Abstract:
Background: Warfarin is a widely used anticoagulant, particularly in low-income countries, to
prevent thromboembolic complications. Achieving and maintaining the target INR range is
critical, as deviations increase the risk of thrombosis or bleeding, especially during the initial
weeks of therapy and more so in hospitalized patients . This study investigates factors influencing
target INR attainment in hospitalized patients newly starting warfarin at Jimma University Medical
Center, aiming to improve anticoagulant therapy management and patient outcomes.

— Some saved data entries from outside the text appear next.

import { converter, wcagContrast } from 'culori';
import { describe, expect, test } from 'vitest';
import {
  colourOf,
  type DecibelScale,
  type KindScale,
  MAPS,
  NEUTRALS,
  paint,
  type SignedScale,
  type Theme,
  toBytes,
  valueAt,
} from '../../src/draw/colour.ts';

type Rgb = readonly [number, number, number];

const toOklab = converter('oklab');
const toLinear = converter('lrgb');
const fromLinear = converter('rgb');
const THEMES: readonly Theme[] = ['light', 'dark'];

const rgbOf = (colour: number) => toBytes(colour).slice(0, 3) as unknown as Rgb;
const oklab = ([r, g, b]: Rgb) => toOklab({ mode: 'rgb', r: r / 255, g: g / 255, b: b / 255 });
const hex = (colour: number) =>
  `#${rgbOf(colour)
    .map((byte) => byte.toString(16).padStart(2, '0'))
    .join('')}`;

/** What rounding to bytes can do to the lightness: half a byte in each channel, all the same way. */
function lightnessRounding(rgb: Rgb): number {
  return [0, 1, 2].reduce((sum, k) => {
    const moved = (by: number) => oklab(rgb.map((byte, n) => byte + (n === k ? by : 0)) as unknown as Rgb).l;
    return sum + Math.abs(moved(0.5) - moved(-0.5)) / 2;
  }, 0);
}

/**
 * Simulated vision, on linear RGB, full severity: G. M. Machado, M. M. Oliveira, L. A. F. Fernandes, “A
 * Physiologically-based Model for Simulation of Color Vision Deficiency”, IEEE Trans. Vis. Comput. Graph. 15 (2009)
 * 1291–1298, the table of matrices that accompanies it.
 */
const VISION: Record<string, readonly (readonly [number, number, number])[]> = {
  normal: [
    [1, 0, 0],
    [0, 1, 0],
    [0, 0, 1],
  ],
  protan: [
    [0.152286, 1.052583, -0.204868],
    [0.114503, 0.786281, 0.099216],
    [-0.003882, -0.048116, 1.051998],
  ],
  deutan: [
    [0.367322, 0.860646, -0.227968],
    [0.280085, 0.672501, 0.047413],
    [-0.01182, 0.04294, 0.968881],
  ],
  tritan: [
    [1.255528, -0.076749, -0.178779],
    [-0.078411, 0.930809, 0.147602],
    [0.004733, 0.691367, 0.3039],
  ],
};

function seen(colour: number, vision: string): Rgb {
  const [R, G, B] = rgbOf(colour);
  const { r, g, b } = toLinear({ mode: 'rgb', r: R / 255, g: G / 255, b: B / 255 });
  const [r2, g2, b2] = VISION[vision]!.map(([fromR, fromG, fromB]) =>
    Math.min(1, Math.max(0, fromR * r + fromG * g + fromB * b)),
  ) as [number, number, number];
  const shown = fromLinear({ mode: 'lrgb', r: r2, g: g2, b: b2 });
  return [shown.r * 255, shown.g * 255, shown.b * 255];
}

/** Euclidean distance in OKLab; just noticeable is 0.02 (CSS Color Module Level 4, §13.2.1). */
function distance(one: Rgb, other: Rgb): number {
  const [p, q] = [oklab(one), oklab(other)];
  return Math.hypot(p.l - q.l, p.a - q.a, p.b - q.b);
}
const NOTICEABLE = 0.02;

describe.each(THEMES)('colour maps, %s theme', (theme) => {
  const { signed, decibels } = MAPS[theme];

  test('every colour tells its place', () => {
    for (const { table, places } of [signed, decibels]) expect(places.size).toBe(table.length);
    expect(signed.table.length % 2).toBe(1);
  });

  test('the signed map has one lightness slope, the same on both arms', () => {
    const half = (signed.table.length - 1) / 2;
    const zero = oklab(rgbOf(signed.table[half]!));
    const limit = oklab(rgbOf(signed.table[2 * half]!));
    expect(Math.hypot(zero.a, zero.b)).toBeLessThan(1e-3);
    for (let n = 0; n <= half; n++) {
      const expected = zero.l + ((limit.l - zero.l) * n) / half;
      for (const colour of [signed.table[half + n]!, signed.table[half - n]!]) {
        // of this colour, and of the two that the straight line is drawn through
        const rounding = 3 * lightnessRounding(rgbOf(colour));
        expect(Math.abs(oklab(rgbOf(colour)).l - expected)).toBeLessThan(rounding);
      }
    }
  });

  test('the signs stay apart in every kind of colour vision', () => {
    const half = (signed.table.length - 1) / 2;
    const rows = Object.keys(VISION).map((vision) => {
      const apart = (s: number) => {
        const n = Math.round(s * half);
        return distance(seen(signed.table[half + n]!, vision), seen(signed.table[half - n]!, vision));
      };
      return { vision, 0.1: apart(0.1), 0.25: apart(0.25), 0.5: apart(0.5), 1: apart(1) };
    });
    console.table(rows);
    for (const row of rows) {
      expect(row[0.25]).toBeGreaterThan(NOTICEABLE);
      expect(row[0.5]).toBeGreaterThan(row[0.25]);
      expect(row[1]).toBeGreaterThan(5 * NOTICEABLE);
    }
  });

  test('each arm, and the map for errors, is monotone in lightness in every kind of colour vision', () => {
    const half = (signed.table.length - 1) / 2;
    const arms = {
      negative: signed.table.slice(0, half + 1).reverse(),
      positive: signed.table.slice(half),
      errors: decibels.table,
    };
    for (const vision of Object.keys(VISION))
      for (const [name, colours] of Object.entries(arms)) {
        const lightness = Array.from(colours, (colour) => oklab(seen(colour, vision)).l);
        const turn = Math.sign(lightness.at(-1)! - lightness[0]!);
        // a tenth of the map is far above the rounding of its colours
        const stride = Math.floor(colours.length / 10);
        for (let n = 0; n + stride < colours.length; n++)
          expect(turn * (lightness[n + stride]! - lightness[n]!), `${vision}, ${name}, ${n}`).toBeGreaterThan(0);
      }
  });

  test('text has a contrast of 4.5; lines of 3, on the page and on a field of zero', () => {
    const { background, ink, muted, line } = NEUTRALS[theme];
    const zero = signed.table[(signed.table.length - 1) / 2]!;
    for (const text of [ink, muted]) expect(wcagContrast(hex(text), hex(background))).toBeGreaterThan(4.5);
    for (const ground of [background, zero]) expect(wcagContrast(hex(line), hex(ground))).toBeGreaterThan(3);
  });
});

describe('scales', () => {
  const signed: SignedScale = { kind: 'signed', limit: 12.5, label: 'Ez, V/m' };
  const errors: DecibelScale = { kind: 'decibels', reference: 4, from: -80, to: 0, label: 'error, dB' };

  test('a colour gives back its value to half a step', () => {
    for (const theme of THEMES) {
      const step = (2 * signed.limit) / (MAPS[theme].signed.table.length - 1);
      for (let n = 0; n <= 1000; n++) {
        const value = signed.limit * (n / 500 - 1);
        expect(Math.abs(valueAt(colourOf(value, signed, theme), signed, theme)! - value)).toBeLessThanOrEqual(
          (step / 2) * (1 + 1e-12),
        );
      }
      const stepInDecibels = 80 / (MAPS[theme].decibels.table.length - 1);
      for (let n = 0; n <= 1000; n++) {
        const dB = -80 + (80 * n) / 1000;
        const value = errors.reference * 10 ** (dB / 20);
        const back = valueAt(colourOf(-value, errors, theme), errors, theme)!;
        expect(Math.abs(back - dB)).toBeLessThanOrEqual((stepInDecibels / 2) * (1 + 1e-9));
      }
    }
  });

  test('beyond the ends: the ends; NaN is transparent; zero error is the least', () => {
    expect(valueAt(colourOf(1e9, signed, 'light'), signed, 'light')).toBe(12.5);
    expect(valueAt(colourOf(Number.NEGATIVE_INFINITY, signed, 'light'), signed, 'light')).toBe(-12.5);
    expect(valueAt(colourOf(0, errors, 'light'), errors, 'light')).toBe(-80);
    expect(colourOf(Number.NaN, signed, 'dark')).toBe(0);
    expect(valueAt(NEUTRALS.dark.background, signed, 'dark')).toBeUndefined();
  });

  test('kinds have their own colours', () => {
    const kinds = ['boundary', 'lattice', 'gridding'].map((name, n) => ({ name, colour: 0xff000000 + n }));
    for (const some of [kinds, kinds.slice(0, 1)]) {
      const scale: KindScale = { kind: 'kinds', kinds: some, label: 'largest part' };
      const colours = new Uint32Array(some.length + 1);
      paint([...some.keys(), Number.NaN], scale, 'light', colours);
      expect(Array.from(colours)).toEqual([...some.map(({ colour }) => colour), 0]);
      some.forEach(({ colour }, n) => {
        expect(valueAt(colour, scale, 'light')).toBe(n);
      });
      expect(valueAt(1, scale, 'light')).toBeUndefined();
    }
  });

  test('painting many values is colouring each', () => {
    const values = Float32Array.from({ length: 4001 }, (_, n) => (n / 2000 - 1) * 20);
    values[7] = Number.NaN;
    for (const scale of [signed, errors])
      for (const theme of THEMES) {
        const colours = new Uint32Array(values.length);
        paint(values, scale, theme, colours);
        expect(colours).toEqual(Uint32Array.from(values, (value) => colourOf(value, scale, theme)));
      }
  });
});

Objective: To asses factors affecting target INR attainment among inpatients newly initiated on
warfarin at JUMC
Methods: An institutional-based prospective logtudinal study was conducted from April ,2024 to
March ,2025 at Jimma University Medical Center. Data were collected using a structured
questionnaire covering sociodemographic, clinical, and laboratory parameters. Binary logistic
regression analysis was done to identify factors associated with attaining target INR at discharge.
An adjusted odd ratio with their corresponding 95 % confidence interval was computed. A p-value
of less than 0.05 was used to declare the statistical significance level.
Results: The study found that only 43.4% ( 49 out of 113 ) patients achieved target INR during
hospital stay. good warfarin adherence (AOR = 5.88; 95% CI: 1.19 – 24.3) and frequent INR
measurement (AOR = 1.47; 95% CI: 1.03-2.04) were associated with target INR attainment during
hospital stay.
Conclusion: More than half of patients failed to reach target INR levels during hospitalization.
Enhancing adherence and frequent monitoring could improve anticoagulation outcomes.